For the fish: Preheat the oven to 450 degrees.

Tear off a large piece of aluminum foil that is 4 inches longer than the length of the salmon.

Use the butter to grease the shiny side of the foil, then place the fish in the center of the foil (with what would have been skin side down).

Cut the strips of lime into very thin strips (julienne); place them in a small glass dish. Cover with water and microwave on HIGH for 45 seconds to soften.

Season the fish lightly with the cayenne pepper. Sprinkle the ginger over the fish, then scatter the julienne of lime zest on top.

Bring the long edges of the foil together, folding them 2 times to seal tightly; leave a little headspace for steam that will rise from the fish. Fold the ends as you would the ends of a present, then over twice to seal the edges.

Place the foil packet on a rimmed baking sheet and bake for 16 to 20 minutes. Remove from the oven and immediately open the foil or the fish will continue to cook. If the salmon looks undercooked in spots, re-seal the foil loosely and return to the oven for 5 minutes.

While the fish is cooking, make the vinaigrette: Combine the sherry vinegar, pomegranate juice, pink peppercorns, fresh and ground ginger, salt, celery seed and jalapeno pepper, if using, in a medium bowl. Whisk in the oil in a slow, steady stream to form an emulsified vinaigrette.

If serving the fish immediately, combine the cilantro and fruits with the vinaigrette and the sauce over the salmon fillet. Season with salt and pepper to taste. If serving the fish at room temperature, do not combine the fruit with the vinaigrette until just before you serve the fish. Garnish with pomegranate seeds, if desired.

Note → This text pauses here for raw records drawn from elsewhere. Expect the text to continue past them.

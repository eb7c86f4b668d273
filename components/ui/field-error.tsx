import { StyleSheet, View } from 'react-native';

import { Icon } from '@/components/ui/icon';
import { Txt } from '@/components/ui/txt';
import { font } from '@/components/ui/type';

/** The line under a field; the region is always there, so that a new error is read out. */
export function FieldError({ id, error }: { id: string; error: string | undefined }) {
  return (
    <View aria-live="polite">
      {error ? (
        <View style={styles.row}>
          <Icon name="octagon" size={18} color="madderInk" />
          <Txt kind="small" color="madderInk" style={styles.text} id={id}>
            {error}
          </Txt>
        </View>
      ) : null}
    </View>
  );
}

const styles = StyleSheet.create({
  row: { flexDirection: 'row', gap: 7, marginTop: 1, alignItems: 'flex-start' },
  text: { fontFamily: font.strong, flexShrink: 1 },
});
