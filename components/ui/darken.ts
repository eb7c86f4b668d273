/**
 * Mixes black into a colour, for a pressed fill.
 *
 * @param hex `#RRGGBB`
 * @param share of black, 0 to 1
 */
export function darken(hex: string, share = 0.12): string {
  const channels = [1, 3, 5].map((at) => parseInt(hex.slice(at, at + 2), 16));
  return `#${channels
    .map((channel) =>
      Math.round(channel * (1 - share))
        .toString(16)
        .padStart(2, '0'),
    )
    .join('')}`;
}
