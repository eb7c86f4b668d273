import { useEffect, useState } from 'react';
import { AccessibilityInfo } from 'react-native';

/** Whether the device asks for no movement. */
export function useReducedMotion(): boolean {
  const [reduced, setReduced] = useState(false);
  useEffect(() => {
    let gone = false;
    AccessibilityInfo.isReduceMotionEnabled().then(
      (answer) => !gone && setReduced(answer),
      () => undefined, // the device does not say: movement stays
    );
    const watch = AccessibilityInfo.addEventListener('reduceMotionChanged', setReduced);
    return () => {
      gone = true;
      watch.remove();
    };
  }, []);
  return reduced;
}
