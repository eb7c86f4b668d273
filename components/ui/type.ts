import type { TextStyle } from 'react-native';

/**
 * Family stacks. A weight is a family of its own (expo-font knows no weights), and the second name
 * holds the Latin Extended letters that the first lacks.
 */
const fallback = 'system-ui, "Segoe UI", Verdana, sans-serif';
export const font = {
  body: `Atkinson500, Atkinson500Ext, ${fallback}`,
  strong: `Atkinson600, Atkinson600Ext, ${fallback}`,
  bold: `Atkinson700, Atkinson700Ext, ${fallback}`,
  title: 'YoungSerif400, YoungSerif400Ext, "Iowan Old Style", Georgia, serif',
} as const;

export type TextKind =
  'body' | 'small' | 'label' | 'lead' | 'display' | 'section' | 'step' | 'count' | 'nav' | 'header';

export interface TypeStyle {
  /** px at 100 % text */
  size: number;
  /** px from 900 px of width on, where it differs */
  wideSize?: number;
  /** line height as a multiple of the size */
  line: number;
  family: string;
  /** letter spacing as a multiple of the size */
  tracking?: number;
}

export const type: Record<TextKind, TypeStyle> = {
  body: { size: 16, line: 1.35, family: font.body },
  small: { size: 15, line: 1.35, family: font.body },
  label: { size: 14, line: 1.2, family: font.strong },
  lead: { size: 18, line: 1.3, family: font.bold },
  display: { size: 30, wideSize: 36, line: 1.15, family: font.title, tracking: -0.005 },
  section: { size: 19, line: 1.2, family: font.title, tracking: -0.005 },
  step: { size: 24.5, wideSize: 36, line: 1.15, family: font.title, tracking: -0.005 },
  count: { size: 33, wideSize: 40, line: 1, family: font.bold, tracking: -0.02 },
  nav: { size: 13.5, line: 1.2, family: font.strong },
  header: { size: 13, line: 1.1, family: font.strong },
};

/** Tabular, lining numerals, so that a count does not jog as it grows. */
export const numerals: TextStyle = { fontVariant: ['tabular-nums', 'lining-nums'] };

/**
 * A text style at a text scale. What a place asks for on top (`own`) grows with the text too, and
 * keeps the style's proportion of line to size unless it brings its own.
 *
 * @param scale 1 at 100 % text
 * @param wide from 900 px of width on
 */
export function textMetrics(
  style: TypeStyle,
  scale: number,
  wide: boolean,
  own: TextStyle = {},
): TextStyle & { fontSize: number } {
  const fontSize = (own.fontSize ?? (wide ? style.wideSize : undefined) ?? style.size) * scale;
  const lineHeight = own.lineHeight === undefined ? fontSize * style.line : own.lineHeight * scale;
  return {
    fontFamily: style.family,
    letterSpacing: (style.tracking ?? 0) * fontSize,
    ...own,
    fontSize,
    lineHeight: Math.round(lineHeight * 100) / 100,
  };
}
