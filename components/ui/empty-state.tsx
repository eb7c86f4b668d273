import { StyleSheet, View } from 'react-native';

import { EmptyRing } from '@/components/diagrams/empty-ring';
import { Actions } from '@/components/ui/actions';
import type { Action } from '@/components/ui/button';
import { Txt } from '@/components/ui/txt';

interface EmptyStateProps {
  title: string;
  text: string;
  actions: readonly Action[];
}

/** Nothing here yet: a dashed ring, one sentence, one main button. */
export function EmptyState({ title, text, actions }: EmptyStateProps) {
  return (
    <View style={styles.page}>
      <EmptyRing size={236} />
      <Txt kind="section" heading={2} align="center" style={styles.title}>
        {title}
      </Txt>
      <Txt align="center" style={styles.text}>
        {text}
      </Txt>
      <Actions actions={actions} />
    </View>
  );
}

const styles = StyleSheet.create({
  page: {
    alignItems: 'center',
    alignSelf: 'center',
    width: '100%',
    maxWidth: 420,
    paddingHorizontal: 28,
    paddingVertical: 18,
  },
  title: { fontSize: 26, lineHeight: 31, marginTop: 26 },
  text: { fontSize: 17, lineHeight: 23, marginTop: 10, marginBottom: 26 },
});
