/** A run of plain text, or a fraction that the font has no single sign for. */
export type TextRun =
  | { kind: 'text'; text: string }
  | { kind: 'fraction'; over: string; under: string; mixed: boolean };

const EIGHTHS: Record<string, string> = { '⅛': '1', '⅜': '3', '⅝': '5', '⅞': '7' };
const FRACTION = /([⅛⅜⅝⅞])|(\d+)⁄(\d+)/gu;

/**
 * Splits a text at its eighths and n⁄d fractions (U+2044). `mixed`: a whole number stands before
 * it, so that "1⅝" is not read as 15/8. A space between the two is taken out: the built fraction
 * brings its own.
 */
export function splitFractions(text: string): TextRun[] {
  const runs: TextRun[] = [];
  let from = 0;
  for (const match of text.matchAll(FRACTION)) {
    const before = text.slice(from, match.index);
    const mixed = /\d ?$/.test(before);
    const plain = mixed ? before.trimEnd() : before;
    if (plain) runs.push({ kind: 'text', text: plain });
    const [, sign, over = '', under = ''] = match;
    runs.push(
      sign
        ? { kind: 'fraction', over: EIGHTHS[sign] ?? '', under: '8', mixed }
        : { kind: 'fraction', over, under, mixed },
    );
    from = match.index + match[0].length;
  }
  if (from < text.length || runs.length === 0) runs.push({ kind: 'text', text: text.slice(from) });
  return runs;
}

const PARTS: Record<string, [one: string, many: string]> = {
  '2': ['half', 'halves'],
  '3': ['third', 'thirds'],
  '4': ['quarter', 'quarters'],
  '8': ['eighth', 'eighths'],
  '16': ['sixteenth', 'sixteenths'],
  '32': ['thirty-second', 'thirty-seconds'],
  '64': ['sixty-fourth', 'sixty-fourths'],
};

/** How a fraction is read out: "5 eighths", "and 5 eighths" after a whole number. */
export function readFraction(over: string, under: string, mixed: boolean): string {
  const [one, many] = PARTS[under] ?? [`over ${under}`, `over ${under}`];
  return `${mixed ? 'and ' : ''}${over} ${over === '1' ? one : many}`;
}
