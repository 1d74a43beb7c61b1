package agreement

import "errors"

// Within is the agreement of one appraiser with itself.
type Within struct {
	Share Share    // parts whose calls are all alike, of parts with two calls or more
	Kappa Estimate // Fleiss' kappa over the appraiser's trials, generalised for missing calls
	Mixed []int    // the parts whose calls differ, in order
}

var (
	errOneTrial    = errors.New("no part has two calls by the appraiser: repeat the trial to see whether the calls repeat")
	errWithinAlike = errors.New("the appraiser called every part alike: kappa has nothing to measure")
)

func (s *study) within(appraiser int) Within {
	counts := s.counts(func(row []Category) []Category { return s.of(row, appraiser) })
	alike, parts := s.alike(counts)
	w := Within{
		Share: shareOfParts(alike, parts, s.opt.Confidence, errOneTrial),
		Mixed: s.mixed(counts),
	}
	m, z := fleiss(counts, s.times)
	w.Kappa = s.estimate(m, z, errOneTrial, errWithinAlike)
	return w
}

// alike returns the number of parts with two calls or more, and of those
// whose calls are all alike.
func (s *study) alike(counts [][]int) (alike, parts int) {
	for i, row := range counts {
		if calls, _ := total(row); calls < 2 {
			continue
		}
		parts += s.times[i]
		if oneCategory(row) {
			alike += s.times[i]
		}
	}
	return alike, parts
}

// oneCategory reports whether no two calls of a row of counts differ.
func oneCategory(counts []int) bool {
	_, disagree := total(counts)
	return disagree == 0
}
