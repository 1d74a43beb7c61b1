package agreement

import (
	"errors"

	"samecall/agreement/interval"
)

// Against is the agreement of one appraiser, or of all together, with the reference.
type Against struct {
	Effectiveness Share    // parts called right on every trial, of parts called
	Table         Table    // rows the calls, columns the reference
	Kappa         Estimate // Cohen's kappa of Table
	// Categories is Cohen's kappa of each category against all others;
	// filled in with more than two categories.
	Categories        []Estimate
	Linear, Quadratic *Estimate // weighted kappas; nil unless Options.Ordered and three categories or more
	Miss              Share     // bad parts accepted, of calls on bad parts
	FalseAlarm        Share     // good parts rejected, of calls on good parts
	WrongEveryTime    []int     // parts with a reference, none of whose calls is right, in order
	Mixed             []int     // parts whose calls differ, with a reference or not, in order
	// Tests of direction over Table: McNemar with two categories, the others
	// with more. Nil where nothing disagrees. They take the calls as
	// independent; with several calls on a part p comes out too small.
	McNemar, Bowker, StuartMaxwell *Test
}

var (
	errNoReference          = errors.New("no part has a reference: nothing is known to be right or wrong")
	errNeverCalled          = errors.New("no part with a reference was called")
	errNoBad                = errors.New("no bad part was called: the miss rate is unknown")
	errNoGood               = errors.New("no good part was called: the false-alarm rate is unknown")
	errNoAccept             = errors.New("no category is set as acceptable: there are no misses and no false alarms")
	errOneReference         = errors.New("the parts called are all of one reference category: kappa against it has nothing to measure")
	errOneReferenceCategory = errors.New("of the parts called, none or all are of this reference category: kappa against it has nothing to measure")
	errOneSided             = errors.New("the calls and the reference are of one category only, the same: kappa has nothing to measure")
)

// against compares the calls in some columns of each row with the reference.
// mixed are the parts on which those calls differ.
func (s *study) against(calls func(row []Category) []Category, mixed []int) Against {
	out := Against{Table: newTable(s.Categories())}
	counts := s.counts(calls)
	right, called := 0, 0
	wrong := make([]bool, len(s.rows))
	var bad, good []interval.Cluster
	for i, ref := range s.ref {
		n, _ := total(counts[i])
		if ref == Missing || n == 0 {
			continue
		}
		parts := s.times[i]
		called += parts
		hits := counts[i][ref]
		if hits == n {
			right += parts
		}
		wrong[i] = hits == 0
		accepted := 0
		for k, c := range counts[i] {
			out.Table[k][ref] += c * parts
			if s.Accepts(Category(k)) {
				accepted += c
			}
		}
		if s.Accepts(ref) {
			good = append(good, interval.Cluster{Events: n - accepted, Calls: n, Parts: parts})
		} else {
			bad = append(bad, interval.Cluster{Events: accepted, Calls: n, Parts: parts})
		}
	}
	nothing := errNeverCalled
	if !s.HasReference() {
		nothing = errNoReference
	}
	out.Effectiveness = shareOfParts(right, called, s.opt.Confidence, nothing)
	out.Mixed = mixed
	out.WrongEveryTime = s.where(func(i int) bool { return wrong[i] })
	noBad, noGood := errNoBad, errNoGood
	switch {
	case called == 0:
		noBad, noGood = nothing, nothing
	case !s.HasAccept():
		noBad, noGood = errNoAccept, errNoAccept
		bad, good = nil, nil
	}
	out.Miss = rateOverCalls(bad, s.opt, noBad)
	out.FalseAlarm = rateOverCalls(good, s.opt, noGood)
	pairs := func(i int, add func(j, k Category)) {
		if ref := s.ref[i]; ref != Missing {
			for _, c := range calls(s.rows[i]) {
				if c != Missing {
					add(c, ref)
				}
			}
		}
	}
	kappa := func(w Weights) Estimate {
		if out.Table.oneColumn() {
			s.progress()
			return absent(errOneReference) // it would be 0, whatever the calls are
		}
		return s.cross(w, out.Table, pairs, nothing, errOneSided)
	}
	out.Kappa = kappa(Nominal)
	if s.Categories() > 2 {
		for k := range s.Categories() {
			only := out.Table.only(k)
			if only.oneColumn() {
				s.progress()
				out.Categories = append(out.Categories, absent(errOneReferenceCategory))
				continue
			}
			out.Categories = append(out.Categories, s.cross(Nominal, only, func(i int, add func(j, k Category)) {
				pairs(i, func(j, ref Category) { add(Category(is(int(j), k)), Category(is(int(ref), k))) })
			}, nothing, errCategoryUnused))
		}
	}
	if s.weighted() {
		linear, quadratic := kappa(Linear), kappa(Quadratic)
		out.Linear, out.Quadratic = &linear, &quadratic
	}
	out.direction()
	return out
}

func (a *Against) direction() {
	test := func(f func() (Test, error)) *Test {
		t, err := f()
		if err != nil { // nothing disagreed, or nothing was called
			return nil
		}
		return &t
	}
	if len(a.Table) == 2 {
		a.McNemar = test(a.Table.McNemar)
		return
	}
	a.Bowker = test(a.Table.Bowker)
	a.StuartMaxwell = test(a.Table.StuartMaxwell)
}
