// Package shell writes values as they are typed on a command line.
package shell

import (
	"encoding/csv"
	"strings"
)

// Word writes a value, in quotes where a shell would take it for something
// else. Double quotes serve every shell; what they do not protect stands in
// single ones.
func Word(value string) string {
	switch {
	case value != "" && !strings.ContainsFunc(value, special):
		return value
	case strings.ContainsAny(value, "\"$`\\!"):
		return "'" + strings.ReplaceAll(value, "'", `'\''`) + "'"
	}
	return `"` + value + `"`
}

// special reports whether a shell may take a character for something else than
// itself.
func special(r rune) bool {
	return r < 0x80 && !(r >= 'a' && r <= 'z' || r >= 'A' && r <= 'Z' || r >= '0' && r <= '9' || strings.ContainsRune("-+_.,:/%@=", r))
}

// List writes words as a flag reads a list: a line of CSV.
func List(words []string) string {
	var line strings.Builder
	w := csv.NewWriter(&line)
	_ = w.Write(words) // a Builder takes everything
	w.Flush()
	return strings.TrimSuffix(line.String(), "\n")
}
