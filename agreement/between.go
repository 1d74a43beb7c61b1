package agreement

import (
	"errors"

	"samecall/agreement/interval"
)

// Between is the agreement of appraisers with each other. It is absent where
// no part was called by two appraisers; where some parts were, the
// coefficients over all calls take in every part with two calls or more.
type Between struct {
	Share      Share      // parts whose calls by all appraisers are alike, of parts that two or more appraisers called
	Agreement  float64    // mean over parts of the share of pairs of calls that agree; 0 where Share is absent
	Pairs      []Pair     // each two appraisers
	Fleiss     Estimate   // Fleiss' kappa over all calls, generalised for missing calls (Counts.FleissKappa)
	Categories []Estimate // Fleiss' kappa of each category against the others
	// SameAppraiser and DifferentAppraisers are kappas of pairs of calls on
	// one part by the same and by two different appraisers. Both take chance
	// from the pooled shares of the categories, so that they can be
	// compared: where the first is well above the second, appraisers are
	// consistent but different.
	SameAppraiser, DifferentAppraisers Estimate
	// AC1 is Gwet's coefficient (Counts.AC1), Alpha Krippendorff's (Counts.Alpha).
	AC1, Alpha Estimate
}

// Pair is the agreement of two appraisers.
type Pair struct {
	A, B              int       // the two appraisers, A before B
	Table             Table     // rows A, columns B; each pair of calls on a part as Options.Pairing says
	Pairs, Alike      int       // pairs of calls, and those that agree
	Share             Share     // parts on which all calls of both are alike, of parts that both called
	Kappa             Estimate  // Cohen's kappa of Table
	Linear, Quadratic *Estimate // weighted kappas; nil unless Options.Ordered and three categories or more
}

var (
	errOneAppraiser = errors.New("no part was called by two appraisers: there is nobody to compare with")
	errSingleCalls  = errors.New("no part has two calls")
	errNoTwoTrials  = errors.New("no part has two calls by the same appraiser: repeat the trial to see whether the calls repeat")
	errPairMissed   = errors.New("the two appraisers called no part in common, or none in the same trial")
	errPairAlike    = errors.New("both appraisers used one category only, the same: kappa has nothing to measure")
)

func (s *study) between() Between {
	var b Between
	counts := s.counts(func(row []Category) []Category { return row })
	alike, parts := 0, 0
	for i, row := range s.rows {
		if s.callers(row) < 2 {
			continue
		}
		parts += s.times[i]
		if oneCategory(counts[i]) {
			alike += s.times[i]
		}
	}
	b.Share = shareOfParts(alike, parts, s.opt.Confidence, errOneAppraiser)
	s.overall(&b, counts, parts)
	n := s.Appraisers()
	s.begin(s.ofTables(n * (n - 1) / 2))
	for a := range n {
		for c := a + 1; c < n; c++ {
			b.Pairs = append(b.Pairs, s.pair(a, c))
		}
	}
	return b
}

// overall fills in the coefficients over all calls, given how many parts two
// or more appraisers called.
func (s *study) overall(b *Between, counts [][]int, parts int) {
	K := s.Categories()
	s.begin((5*(K+3) + K*5) * len(s.rows))
	if parts == 0 { // one appraiser: its own agreement is Within
		e := absent(errOneAppraiser)
		b.Fleiss, b.AC1, b.Alpha, b.DifferentAppraisers = e, e, e, e
		b.SameAppraiser = s.byPairs(counts, true)
		b.Categories = make([]Estimate, s.Categories())
		for k := range b.Categories {
			b.Categories[k] = e
		}
		return
	}
	m, z := fleiss(counts, s.times)
	b.Fleiss = s.estimate(m, z, errSingleCalls, errAlike)
	if s.opt.Independent && b.Fleiss.Absent == nil {
		b.Fleiss.Independent = s.fleissIndependent(counts, b.Fleiss.Value)
	}
	if sums := z.sums(); sums[compared] > 0 {
		b.Agreement = 1 - sums[disagreed]/sums[compared]
	}
	for k := range s.Categories() {
		m, z := fleiss(onlyCategory(counts, k), s.times)
		b.Categories = append(b.Categories, s.estimate(m, z, errSingleCalls, errCategoryUnused))
	}
	b.SameAppraiser = s.byPairs(counts, true)
	b.DifferentAppraisers = s.byPairs(counts, false)
	if s.Categories() < 2 {
		b.AC1, b.Alpha = absent(errOneChoice), absent(errOneChoice)
		return
	}
	m, z = ac1(counts, s.times)
	b.AC1 = s.estimate(m, z, errSingleCalls, errAlike)
	m, z = alpha(counts, s.times)
	b.Alpha = s.estimate(m, z, errSingleCalls, errAlike)
}

var errCategoryUnused = errors.New("no call, or every call, is of this category: kappa has nothing to measure")

// byPairs returns the kappa of all pairs of calls on a part, by the same
// appraiser or by two different ones, over the pooled margins.
func (s *study) byPairs(counts [][]int, same bool) Estimate {
	m := oneMargin{s.Categories(), func(S, _ float64) (expected, byS, byN float64) { return 1 - S, -1, 0 }}
	z := newContributions(m.size(), s.times)
	own := make([]int, s.Categories())
	for i, row := range s.rows {
		v := z.of(i)
		var pairs, disagree int // ordered pairs, as total counts them
		for a := range s.Appraisers() {
			clear(own)
			tally(s.of(row, a), own)
			n, d := total(own)
			pairs += n * (n - 1)
			disagree += d
		}
		n, d := total(counts[i])
		if !same {
			pairs, disagree = n*(n-1)-pairs, d-disagree
		}
		v[compared] = float64(pairs)
		v[disagreed] = float64(disagree)
		v[inOneMargin] = float64(n)
		for k, c := range counts[i] {
			v[inOneMargin+1+k] = float64(c)
		}
	}
	nothing := errOneAppraiser
	if same {
		nothing = errNoTwoTrials
	}
	return s.estimate(m, z, nothing, errAlike)
}

// fleissIndependent is the interval from the standard error of 1979; nil
// where that is not defined.
func (s *study) fleissIndependent(counts [][]int, kappa float64) *interval.Interval {
	var rows Counts
	for i, row := range counts {
		for range s.times[i] {
			rows = append(rows, row)
		}
	}
	se, _, err := rows.Fleiss1979()
	if err != nil {
		return nil
	}
	return normal(kappa, se, s.opt.Confidence)
}

func (s *study) pair(a, b int) Pair {
	trials := s.trialPairs(a, b)
	p := Pair{A: a, B: b, Table: newTable(s.Categories())}
	alike, parts := 0, 0
	both := make([]int, s.Categories())
	for i, row := range s.rows {
		x, y := s.of(row, a), s.of(row, b)
		clear(both)
		if tally(x, both) == 0 || tally(y, both) == 0 {
			continue
		}
		parts += s.times[i]
		if oneCategory(both) {
			alike += s.times[i]
		}
		trials.each(x, y, func(j, k Category) { p.Table[j][k] += s.times[i] })
	}
	p.Pairs, p.Alike = p.Table.Total()
	p.Share = shareOfParts(alike, parts, s.opt.Confidence, errPairMissed)
	kappa := func(w Weights) Estimate {
		return s.cross(w, p.Table, func(i int, add func(j, k Category)) {
			trials.each(s.of(s.rows[i], a), s.of(s.rows[i], b), add)
		}, errPairMissed, errPairAlike)
	}
	p.Kappa = kappa(Nominal)
	if s.weighted() {
		linear, quadratic := kappa(Linear), kappa(Quadratic)
		p.Linear, p.Quadratic = &linear, &quadratic
	}
	return p
}

// TrialPairs returns the trials of two appraisers that are put side by side,
// the first's and the second's. It panics on another Pairing than Matched and
// All.
func (r *Ratings) TrialPairs(a, b int, p Pairing) [][2]int {
	if err := p.check(); err != nil {
		panic(err.Error())
	}
	var pairs [][2]int
	for t := range r.Trials(a) {
		for u := range r.Trials(b) {
			if p == All || r.trialNumber(a, t) == r.trialNumber(b, u) {
				pairs = append(pairs, [2]int{t, u})
			}
		}
	}
	return pairs
}

// trialPairs are the trials of two appraisers that are put side by side.
type trialPairs [][2]int

func (s *study) trialPairs(a, b int) trialPairs { return s.TrialPairs(a, b, s.opt.Pairing) }

// each calls f for each pair of calls that were both made.
func (p trialPairs) each(x, y []Category, f func(j, k Category)) {
	for _, t := range p {
		if j, k := x[t[0]], y[t[1]]; j != Missing && k != Missing {
			f(j, k)
		}
	}
}
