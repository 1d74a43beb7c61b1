package agreement

import (
	"errors"
	"fmt"
	"math"
)

// Counts tells, for each part, how many calls fell in each category: a row a
// part, a column a category. The numbers of calls may differ between parts.
// It is what coefficients for any number of appraisers are computed from
// when it does not matter who made which call.
type Counts [][]int

var (
	errNoCounts  = errors.New("agreement: no part has two calls, so that no call can be compared")
	errAlike     = errors.New("all calls are alike, of one category: kappa has nothing to measure")
	errOneChoice = errors.New("one category only: nothing can be told apart")
)

// categories checks c and returns its number of categories.
func (c Counts) categories() (int, error) {
	if len(c) == 0 {
		return 0, errNoCounts
	}
	K := len(c[0])
	for i, row := range c {
		if len(row) != K {
			return 0, fmt.Errorf("agreement: row %d has %d categories, row 0 has %d", i, len(row), K)
		}
		calls := 0
		for k, n := range row {
			if n < 0 {
				return 0, fmt.Errorf("agreement: row %d counts %d calls in category %d", i, n, k)
			}
			if n > math.MaxInt32-calls { // pairs of calls are counted too
				return 0, fmt.Errorf("agreement: row %d counts more than %d calls", i, math.MaxInt32)
			}
			calls += n
		}
	}
	if K < 2 {
		return 0, errOneChoice
	}
	return K, nil
}

func (c Counts) ones() []int {
	parts := make([]int, len(c))
	for i := range parts {
		parts[i] = 1
	}
	return parts
}

// evaluate computes a coefficient of the kind given for the counts.
func (c Counts) evaluate(kind func(counts [][]int, parts []int) (oneMargin, contributions)) (float64, error) {
	if _, err := c.categories(); err != nil {
		return 0, err
	}
	m, z := kind(c, c.ones())
	sums := z.sums()
	if sums[compared] <= 0 {
		return 0, errNoCounts
	}
	k, ok := evaluate(m, sums)
	if !ok {
		return 0, errAlike
	}
	return k, nil
}

// total returns the number of calls in a row of counts, and in how many
// ordered pairs of two different ones the two disagree.
func total(row []int) (calls, disagree int) {
	squares := 0
	for _, n := range row {
		calls += n
		squares += n * n
	}
	return calls, calls*calls - squares
}

// width returns the number of categories in counts; 0 where there are no parts.
func width(counts [][]int) int {
	if len(counts) == 0 {
		return 0
	}
	return len(counts[0])
}

// byShares describes a coefficient in which every part weighs the same: the
// disagreement is the mean over parts with two calls or more of the share of
// pairs of calls that disagree, and the categories' shares are means over
// all parts with a call (Gwet, Handbook of Inter-Rater Reliability, 4th ed.
// 2014, chapter 2: the form for missing calls).
func byShares(counts [][]int, parts []int, ch chance) (oneMargin, contributions) {
	m := oneMargin{width(counts), ch}
	z := newContributions(m.size(), parts)
	for i, row := range counts {
		calls, disagree := total(row)
		if calls == 0 {
			continue
		}
		v := z.of(i)
		if calls >= 2 {
			v[compared] = 1
			v[disagreed] = float64(disagree) / float64(calls*(calls-1))
		}
		v[inOneMargin] = 1
		for k, n := range row {
			v[inOneMargin+1+k] = float64(n) / float64(calls)
		}
	}
	return m, z
}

VARIATION: The salmon may be brushed with 2 tablespoons of the vinaigrette and then grilled over the direct heat of a charcoal or gas grill for 10 minutes per inch of the fish’s thickness. This method is good for smaller pieces of fish if you are planning to turn the fish over during grilling.

NOTE: To section citrus, use a large chef’s knife to slice off both ends of the fruit. Stand the fruit on 1 end and slice downward along the curve of the fruit, cutting away both the peel and pith but leaving as much of the fruit as possible. Using a paring knife, cut between the sections to detach each section of fruit from its surrounding membrane.